→ **Exercise aim**
Every line of the records below that holds the word "isSameValue" should be copied out.

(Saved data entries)
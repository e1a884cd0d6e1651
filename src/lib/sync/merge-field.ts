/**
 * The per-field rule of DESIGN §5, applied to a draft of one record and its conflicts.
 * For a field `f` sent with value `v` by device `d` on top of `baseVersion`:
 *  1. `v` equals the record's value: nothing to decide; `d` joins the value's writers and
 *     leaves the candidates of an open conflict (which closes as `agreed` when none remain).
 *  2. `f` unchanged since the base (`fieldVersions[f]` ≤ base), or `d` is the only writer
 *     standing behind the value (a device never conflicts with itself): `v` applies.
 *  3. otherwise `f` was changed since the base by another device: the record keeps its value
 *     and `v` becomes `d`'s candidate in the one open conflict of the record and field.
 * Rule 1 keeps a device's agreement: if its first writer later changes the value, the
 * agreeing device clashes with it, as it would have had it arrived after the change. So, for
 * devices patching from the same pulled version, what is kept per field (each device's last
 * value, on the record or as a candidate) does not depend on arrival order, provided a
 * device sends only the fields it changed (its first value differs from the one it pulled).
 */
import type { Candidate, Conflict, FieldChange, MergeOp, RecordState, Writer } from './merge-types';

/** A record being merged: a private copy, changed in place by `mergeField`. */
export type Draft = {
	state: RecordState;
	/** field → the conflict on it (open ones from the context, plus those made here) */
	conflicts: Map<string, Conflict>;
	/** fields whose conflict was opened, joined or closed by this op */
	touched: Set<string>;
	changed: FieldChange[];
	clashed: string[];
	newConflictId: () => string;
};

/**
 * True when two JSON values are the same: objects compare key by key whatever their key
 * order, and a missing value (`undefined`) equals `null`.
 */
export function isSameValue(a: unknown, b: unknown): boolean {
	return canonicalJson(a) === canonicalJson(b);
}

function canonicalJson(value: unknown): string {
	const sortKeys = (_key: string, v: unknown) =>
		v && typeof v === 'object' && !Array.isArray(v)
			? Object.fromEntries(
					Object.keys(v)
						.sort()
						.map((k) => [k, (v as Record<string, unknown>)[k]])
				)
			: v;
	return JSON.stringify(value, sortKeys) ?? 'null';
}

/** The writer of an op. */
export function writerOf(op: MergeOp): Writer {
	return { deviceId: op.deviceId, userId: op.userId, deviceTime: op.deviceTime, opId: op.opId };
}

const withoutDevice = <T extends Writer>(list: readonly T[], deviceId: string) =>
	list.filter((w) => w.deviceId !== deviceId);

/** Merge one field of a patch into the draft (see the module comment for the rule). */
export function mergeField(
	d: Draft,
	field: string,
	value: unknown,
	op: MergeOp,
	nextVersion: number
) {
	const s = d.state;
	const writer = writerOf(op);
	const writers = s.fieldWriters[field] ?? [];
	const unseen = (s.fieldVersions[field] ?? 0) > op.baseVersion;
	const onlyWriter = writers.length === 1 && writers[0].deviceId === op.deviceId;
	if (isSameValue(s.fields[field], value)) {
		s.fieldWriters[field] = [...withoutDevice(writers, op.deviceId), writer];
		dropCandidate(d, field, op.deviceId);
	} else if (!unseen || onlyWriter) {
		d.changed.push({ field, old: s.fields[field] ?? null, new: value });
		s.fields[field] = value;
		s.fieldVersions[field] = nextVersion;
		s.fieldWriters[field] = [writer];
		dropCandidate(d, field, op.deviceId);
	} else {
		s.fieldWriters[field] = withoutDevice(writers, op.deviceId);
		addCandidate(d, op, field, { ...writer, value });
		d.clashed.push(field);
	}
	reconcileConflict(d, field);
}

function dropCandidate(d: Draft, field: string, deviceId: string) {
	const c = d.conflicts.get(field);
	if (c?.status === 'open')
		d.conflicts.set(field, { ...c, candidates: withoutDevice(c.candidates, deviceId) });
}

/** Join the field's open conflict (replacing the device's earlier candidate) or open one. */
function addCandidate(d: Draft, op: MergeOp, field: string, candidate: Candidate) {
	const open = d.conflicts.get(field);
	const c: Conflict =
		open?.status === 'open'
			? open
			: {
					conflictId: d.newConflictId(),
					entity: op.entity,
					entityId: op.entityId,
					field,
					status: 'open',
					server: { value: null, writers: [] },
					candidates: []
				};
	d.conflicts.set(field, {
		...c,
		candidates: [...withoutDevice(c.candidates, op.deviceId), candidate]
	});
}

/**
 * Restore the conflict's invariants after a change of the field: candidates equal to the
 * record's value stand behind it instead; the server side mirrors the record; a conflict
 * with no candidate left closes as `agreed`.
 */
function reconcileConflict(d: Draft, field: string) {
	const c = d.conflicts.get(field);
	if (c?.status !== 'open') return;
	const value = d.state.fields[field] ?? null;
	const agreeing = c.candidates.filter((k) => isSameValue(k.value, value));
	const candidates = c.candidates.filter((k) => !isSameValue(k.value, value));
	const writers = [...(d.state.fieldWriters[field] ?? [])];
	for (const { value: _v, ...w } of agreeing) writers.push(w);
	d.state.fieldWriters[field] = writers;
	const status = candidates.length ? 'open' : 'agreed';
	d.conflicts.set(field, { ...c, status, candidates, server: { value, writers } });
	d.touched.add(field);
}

→ **Task output**
export function isSameValue(a: unknown, b: unknown): boolean {
	if (isSameValue(s.fields[field], value)) {
	const agreeing = c.candidates.filter((k) => isSameValue(k.value, value));
	const candidates = c.candidates.filter((k) => !isSameValue(k.value, value));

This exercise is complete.